Course Project for Physics and Classical/Quantum Information 2022: Time-Dependent processes with Neural Quantum States: Computing Time Evolutions and Out-of-time correlation (OTOC) of Neural Quantum States (NQS) for the Transverse Field Ising Model (TFIM).

Authors

Pim Veefkind (Studentnummer = 2324822)

Thomas Rothe (Studentnummer = 1930443)

Simulation Data

The raw data from simulations of the report (and beyond) can be found in the subfolder: ./experiments/data/

Usage of simulation code

The main folder of this readme file contains the core code components for the NQS Time Evolution, OTOC computation and plotting routines. The code can only be run by so-called experiment scripts (or experiments). Note that 3.7 <= python version <= 3.9 is required!

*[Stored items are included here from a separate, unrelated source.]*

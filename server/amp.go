package server

import (
	"bytes"
	"context"
	"errors"
	"fmt"
	"math"
	"math/cmplx"
	"strconv"
	"strings"
	"sync"
	"time"

	"matchbench/chartsvg"
	"matchbench/rfmath"
	"matchbench/rfmath/amp"
	"matchbench/rfmath/match"
	"matchbench/rfmath/parts"
	"matchbench/rfmath/touchstone"
	"matchbench/rfmath/units"
	"matchbench/sessions"
	"matchbench/web"
)

// The amplifier panel: a 2-port sweep's stability, gain and noise on two
// reflection charts (the source plane and the load plane), with the
// terminations the user drags, and the transistor stage with its two
// networks. Every figure comes from rfmath/amp (and the stage's from
// amp.EvaluateStage); this file adapts and draws.

// stageZ0 is the resistance of a stage's terminations: the radio's 50 Ω on
// either side.
const stageZ0 = 50.0

// Sizes of the amplifier panel's drawings.
const (
	ampChartPx   = 420
	ampPlotW     = 560
	ampPlotH     = 260
	ampPrefixSrc = "amps-"
	ampPrefixLd  = "ampl-"
)

// Colours of the amplifier charts (ours): gain circles blue, noise
// circles green, the stability circles the regions' red.
const (
	colGainCircle  = "#1f5fa8"
	colNoiseCircle = "#2a8a4a"
	colConj        = "#1f5fa8"
	colTermination = "#222222"
)

// noiseCache holds the noise parameters read from each 2-port sweep's
// file (the stored sweep keeps only the S-parameters; the file is kept as
// uploaded and never changes).
type noiseCache struct {
	mu sync.Mutex
	m  map[string]noiseEntry
}

type noiseEntry struct {
	pts  []touchstone.NoisePoint
	note string
}

const maxNoiseEntries = 256

// noiseOf returns the noise parameters of sweep ref of session sid, or a
// note saying why there are none.
func (s *Server) noiseOf(sid string, ref sessions.SweepRef) ([]touchstone.NoisePoint, string) {
	if ref.RefPlane != nil {
		return nil, "the sweep's reference plane is moved, and noise parameters are not moved with it: clear the plane to see noise figures"
	}
	key := sid + "/" + ref.ID
	s.noise.mu.Lock()
	if e, ok := s.noise.m[key]; ok {
		s.noise.mu.Unlock()
		return e.pts, e.note
	}
	s.noise.mu.Unlock()
	e := noiseEntry{}
	raw, name, err := s.store.Raw(context.Background(), sid, ref.ID)
	switch {
	case err != nil:
		e.note = "the sweep's file cannot be read: " + err.Error()
	default:
		tf, err := touchstone.Read(bytes.NewReader(raw), name, s.cfg.FileLimits)
		if err != nil || len(tf.Noise) == 0 {
			e.note = "the file has no noise parameters"
		} else {
			e.pts = tf.Noise
		}
	}
	s.noise.mu.Lock()
	if s.noise.m == nil || len(s.noise.m) >= maxNoiseEntries {
		s.noise.m = map[string]noiseEntry{}
	}
	s.noise.m[key] = e
	s.noise.mu.Unlock()
	return e.pts, e.note
}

Run Prepared NQS simulation experiments:

Prepared and modifiable experiment scripts can be found in the experiments folder. Those include the scripts used for simulating cases presented in figures of the accompanying report. The scripts can be run as usual with any python environment within the required python version range.

For example:

python ./experiments/basic_TD_exp.py

Run custom NQS simulation experiments from scratch:

Create an own experiment (script) in the experiments subfolder and always include the following header:

from pickle import NEXT_BUFFER
import sys, os
from time import time
sys.path.append(os.path.join(sys.path[0],'..'))

from TFIM import *
from NQS_RBM import *
from TD_NQS_RBM import *
from PLOTTING import *
from netket_f.netket import Netket

np.random.seed(12)

EXPERIMENTS_PATH = sys.path[0]
RESULTS_PATH = EXPERIMENTS_PATH + "/data/" 

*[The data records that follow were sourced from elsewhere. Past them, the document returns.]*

//! `restvolt check` driven through the real binary.

mod common;
use common::{assert_fits_80_columns, flags, json, num, run};

/// The `restvolt check ...` example lines of `check --help`, split into arguments.
fn help_examples() -> Vec<Vec<String>> {
    let r = run(&["check", "--help"]);
    assert_eq!(r.code, Some(0), "{}", r.stderr);
    r.stdout
        .lines()
        .map(str::trim)
        .filter(|l| l.starts_with("restvolt check "))
        .map(|l| l.split_whitespace().skip(1).map(String::from).collect())
        .collect()
}

#[test]
fn every_help_example_runs() {
    let examples = help_examples();
    assert!(
        examples.len() >= 4,
        "expected the four examples of check --help, got {examples:?}"
    );
    for ex in examples
        .iter()
        .filter(|e| !e.iter().any(|a| a == "--float"))
    {
        let args: Vec<&str> = ex.iter().map(String::as_str).collect();
        let r = run(&args);
        assert_eq!(
            r.code,
            Some(0),
            "help example {args:?} failed:\n{}",
            r.stderr
        );
        assert!(
            r.stdout.contains("ACTION"),
            "help example {args:?}: no action in\n{}",
            r.stdout
        );
    }
}

/// The fourth help example uses `--float`, which this build answers with
/// "this build does not have" the float checks (src/cli/tools.rs `check_float`).
#[test]
fn help_float_example_runs() {
    let ex = help_examples()
        .into_iter()
        .find(|e| e.iter().any(|a| a == "--float"))
        .expect("a --float example in check --help");
    let args: Vec<&str> = ex.iter().map(String::as_str).collect();
    let r = run(&args);
    assert_eq!(
        r.code,
        Some(0),
        "help example {args:?} failed:\n{}",
        r.stderr
    );
}
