/// Log lines that say the page did not load cleanly. The page runs no script,
/// so any console message at all is the browser reporting on the page (a CSP
/// violation, a blocked or failed load, a parse problem).
fn page_problems(stderr: &str) -> Vec<&str> {
    stderr
        .lines()
        .filter(|line| {
            if line.contains(":CONSOLE")
                || line.contains("net::ERR_")
                || line.contains("Content Security Policy")
                || line.contains("Content-Security-Policy")
            {
                return true;
            }
            // "[pid:tid:time:LEVEL:source/path.cc:line] message"
            let Some(head) = line.strip_prefix('[').and_then(|l| l.split(']').next()) else {
                return false;
            };
            let mut fields = head.splitn(5, ':');
            let level = fields.nth(3).unwrap_or_default();
            let source = fields.next().unwrap_or_default();
            matches!(level, "ERROR" | "FATAL")
                && !BENIGN_SOURCES.iter().any(|b| source.starts_with(b))
        })
        .collect()
}

fn assert_clean(name: &str, stderr: &str) {
    let bad = page_problems(stderr);
    assert!(
        bad.is_empty(),
        "{name}: the browser reported problems with the page:\n{}\n\nfull stderr:\n{stderr}",
        bad.join("\n")
    );
}

fn file_url(p: &Path) -> String {
    format!("file://{}", p.canonicalize().unwrap().display())
}

fn sel(s: &str) -> Selector {
    Selector::parse(s).unwrap()
}

fn text(e: ElementRef) -> String {
    e.text().collect::<String>().trim().to_string()
}

fn texts(root: ElementRef, selector: &str) -> Vec<String> {
    root.select(&sel(selector)).map(text).collect()
}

Subsequently one can create an hamiltonian object (only 1D TFIM currently supported):

H = TFIM(h=0.5, g=0.5)
  1. For time independent simulations / ground state calculations: Create a NQS_RBM object and calculate, for example, the ground state:
nqs_model = NQS_RBM(...)
nqs_results = nqs_model.get_RBM_GS(...)

  1. For time dependent simulations / time evolutions: Create an TD_NQS_RBM object and run a time evolution with an output variable:
td_nqs_model = TD_NQS_RBM(...)
time_evol_output = td_nqs_model.evolute_quench(...)
  1. For OTOC compuations: Create an OTOC object and run the otoc computation:
otoc_calculator = OTOC(...)
otoc_output = otoc_calculator.compute_efficient(...)

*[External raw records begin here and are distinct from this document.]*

/// A piece of the input for a worker.
struct Chunk {
    bytes: Vec<u8>,
    /// Input line number of the chunk's first line.
    first_line: u64,
}

/// What a worker made of one chunk.
struct Piece<T> {
    folded: T,
    rejects: Vec<Rejected>,
    counts: RecordCounts,
    bytes: u64,
}

/// An error and the line of the chunk it arose in, so that the earliest one
/// in the input is the one reported, as on one thread.
type Failure = (u64, IngestError);

/// The offset just after the last byte of `buf` that ends a record: the last
/// `\n` outside quotes, else the last such `\r` (old Mac line ends). `buf`
/// starts at the start of a record.
fn cut_point(buf: &[u8], delimiter: u8) -> Option<usize> {
    if memchr::memchr(b'"', buf).is_none() {
        return memchr::memrchr(b'\n', buf)
            .or_else(|| memchr::memrchr(b'\r', buf))
            .map(|i| i + 1);
    }
    let (mut last_lf, mut last_cr) = (None, None);
    let mut state = Quoting::FieldStart;
    for (i, &b) in buf.iter().enumerate() {
        state = state.step(b, delimiter);
        if matches!(b, b'\n' | b'\r') && state == Quoting::FieldStart {
            if b == b'\n' {
                last_lf = Some(i + 1);
            } else {
                last_cr = Some(i + 1);
            }
        }
    }
    last_lf.or(last_cr)
}

fn count_line_ends(bytes: &[u8]) -> u64 {
    memchr::memchr_iter(b'\n', bytes).count() as u64
}

/// Read one input on `how.threads` worker threads. Each chunk's accepted
/// rows go to `fold` on a worker, which may leave anything in them (they are
/// filled again for the next chunk); its second argument is scratch space of
/// the worker's own, kept between chunks. What it returns goes to `sink` on
/// the calling thread, rejected rows to `reject`, both in no particular
/// order; `progress` is told the bytes read so far. The statistics and, for
/// inputs that cannot be read to the end, the error are those of
/// [`super::ingest`] (rows before the error may differ: more of the input
/// will have been read).
#[allow(clippy::too_many_arguments)]
pub fn ingest_parallel<R, T, W, F>(
    name: &str,
    reader: R,
    opts: &IngestOptions,
    how: Parallelism,
    fold: &F,
    sink: &mut dyn FnMut(T),
    reject: &mut dyn FnMut(Rejected),
    progress: &mut dyn FnMut(u64),
) -> Result<IngestStats, IngestError>
where
    R: Read + Send,
    T: Send,
    W: Default,
    F: Fn(&mut [FleetRow], &mut W) -> T + Sync,
{
    let mut reader = reader;
    let prefix = read_prefix(name, &mut reader, opts)?;
    let delimiter = prefix.delimiter;
    let body = &prefix.bytes[prefix.bom..];
    // The header record must end inside the prefix (it does unless a header
    // field is quoted across a line end); otherwise read on one thread.
    let Some(header_end) = cut_point_first(body, delimiter) else {
        let mut head = io::Cursor::new(prefix.bytes);
        head.set_position(prefix.bom as u64);
        let (mut rows, mut scratch) = (Vec::new(), W::default());
        let stats = super::ingest(
            name,
            head.chain(reader),
            opts,
            &mut |row| {
                rows.push(row);
                if rows.len() >= ONE_THREAD_BATCH_ROWS {
                    sink(fold(&mut rows, &mut scratch));
                    rows.clear();
                }
            },
            reject,
        );
        if !rows.is_empty() {
            sink(fold(&mut rows, &mut scratch));
        }
        return stats;
    };
    let mut rdr = RecordReader::new(&body[..header_end], delimiter);
    let (header_line, header) = read_header(name, &mut rdr)?;
    let (parser, mut stats) = parse_header(name, header.as_ref(), header_line, delimiter, opts)?;
    let first_data_line = 1 + count_line_ends(&body[..header_end]);
    let rest = body[header_end..].to_vec();
    drop(prefix);

    let threads = how.threads.max(1);
    let chunk_bytes = how.chunk_bytes.max(64);
    let stop = AtomicBool::new(false);
    let (chunk_tx, chunk_rx) = sync_channel::<Chunk>(threads * 2);
    let chunk_rx = Mutex::new(chunk_rx);
    let (piece_tx, piece_rx) = sync_channel::<Result<Piece<T>, Failure>>(threads * 2);
    let mut counts = RecordCounts::default();
    let mut first_failure: Option<Failure> = None;
    let buffers = Pool::default();

    std::thread::scope(|scope| {
        {
            let piece_tx = piece_tx.clone();
            let (stop, buffers) = (&stop, &buffers);
            scope.spawn(move || {
                if let Err(f) = cut_chunks(
                    name,
                    reader,
                    rest,
                    first_data_line,
                    delimiter,
                    chunk_bytes,
                    &chunk_tx,
                    stop,
                    buffers,
                ) {
                    let _ = piece_tx.send(Err(f));
                }
            });
        }
        for _ in 0..threads {
            let (chunk_rx, piece_tx) = (&chunk_rx, piece_tx.clone());
            let mut parser = parser.clone();
            parser.own_file_name();
            let (stop, buffers) = (&stop, &buffers);
            scope.spawn(move || work(name, chunk_rx, &piece_tx, &mut parser, fold, stop, buffers));
        }
        drop(piece_tx);
        let mut done = 0u64;
        for piece in piece_rx {
            match piece {
                Ok(p) => {
                    sink(p.folded);
                    p.rejects.into_iter().for_each(&mut *reject);
                    counts.add(p.counts);
                    done += p.bytes;
                    progress(done);
                }
                Err(f) => {
                    stop.store(true, Ordering::Relaxed);
                    let earlier = match &first_failure {
                        Some((line, _)) => f.0 < *line,
                        None => true,
                    };
                    if earlier {
                        first_failure = Some(f);
                    }
                }
            }
        }
    });
    if let Some((_, e)) = first_failure {
        return Err(e);
    }
    counts.finish(name, &mut stats);
    Ok(stats)
}
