/// Fewer distinct pooled levels than this and the covered range is fitted by a line.
pub const MIN_LEVELS_FOR_SHAPE: usize = 4;
/// Neighbouring fitted levels must rise at least this much per percent of charge,
/// per cell. Real curves rise about 1.2–1.7 mV per % per cell (REFERENCES §1.5:
/// 11.89 → 12.65 V over 0–100 % on six cells), so this only pools near-flat noise.
pub const MIN_SLOPE_MV_PER_PERCENT: f64 = 0.25;
/// The first and last fitted levels each pool at least this many points, so
/// that one stray point at an end of the data does not pull the curve there.
pub const END_MIN_POINTS: f64 = 3.0;
/// Below this many points the report warns that the SD is rough.
pub const FEW_POINTS: usize = 8;
/// Below this span of state of charge the report warns that most of the curve is the base's.
pub const NARROW_SPAN_PERCENT: f64 = 50.0;
/// Base points closer than this to a fitted end are left out, so that the
/// join does not crowd two points into a sliver of charge.
const JOIN_GAP_PERCENT: f64 = 1.0;
/// Fewer residual degrees of freedom than this and no SD is reported.
const MIN_RESIDUAL_DF: f64 = 0.5;
/// Two points count as the same when their voltages differ by less than this.
const SAME_VOLTS: f64 = 1e-9;
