def prepared_pairs(store_path, group: str, keys: list[str], n_freq: int, bin_hz: float,
                   smoothing_hz: float) -> PairTotal:
    """Read and sum one pair kind, take its coherence totals, then smooth it."""
    p = pair_total(store_path, group, keys, n_freq)
    # The traces' noise-to-signal ratio per frequency, for the correction's prewhitening, comes
    # from the unsmoothed sums: smoothing over frequency lowers |cross| wherever the relative
    # phase of a pair turns with frequency (a relative static), which would read as noise.
    coherent, total = coherence_totals(p.cross, p.power_a, p.power_b)
    if smoothing_hz > 0 and n_freq > 1:
        # Windows longer than the station filters give finer spectra than the filters need, and
        # each bin of a pair sum brings its own noise: smooth the sums over frequency (a lag window,
        # tasks.pairs.smooth_over_frequency). Measured with 2 Hz, median correlation of the
        # relative receiver filters with the truth: tiny 0.77 -> 0.84, demo 0.83 -> 0.89.
        p = smooth_pair_sums(p, bin_hz=bin_hz, half_width_hz=smoothing_hz)
    return PairTotal(p, _phase_weight(p), coherent, total)


def phase_block(pt: PairTotal, n_stations: int, method: str, columns: slice, initial: np.ndarray | None):
    return phase_sync(pt.sums.pairs, pt.sums.cross, pt.weight, n_stations=n_stations, method=method,
                      columns=columns, initial=initial)


def pair_amplitude_term(kind: str, amp, pt: PairTotal, n: int, n_freq: int) -> np.ndarray:
    """One station kind's log-power terms from its pair magnitudes, with the
    log-power solution as the prior: float64 [n, n_freq]. Needs no phases, so
    it runs while the phase blocks do."""
    prior = np.zeros((n, n_freq))
    solved = amp.receiver if kind == "receiver" else amp.source
    prior[: len(solved)] = solved
    # The spectral shapes from the pair magnitudes, which noise does not bias the way it biases
    # log |D|^2; the log-power terms hold what the pairs leave open (pair_amplitude_solve notes).
    p = pt.sums
    return pair_amplitude_solve(p.pairs, p.cross, p.count, prior=prior)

Optionally, you can include in any of these cases a NetKet and qutip computation within the same scripts!!

For example, you can get the time evoluted expectation value of mean sigma_x per spin:

netket_obj = Netket(...)
netket_obj.calc_ground_state(...)
Sx_netket = netket_obj.quench_evolve(....)
Sx_qutip = netket_obj.quench_evolve_exact(...)

For further ideas / how-to's on including NetKet and Qutip: see the readily prepared experiments in the experiments folder.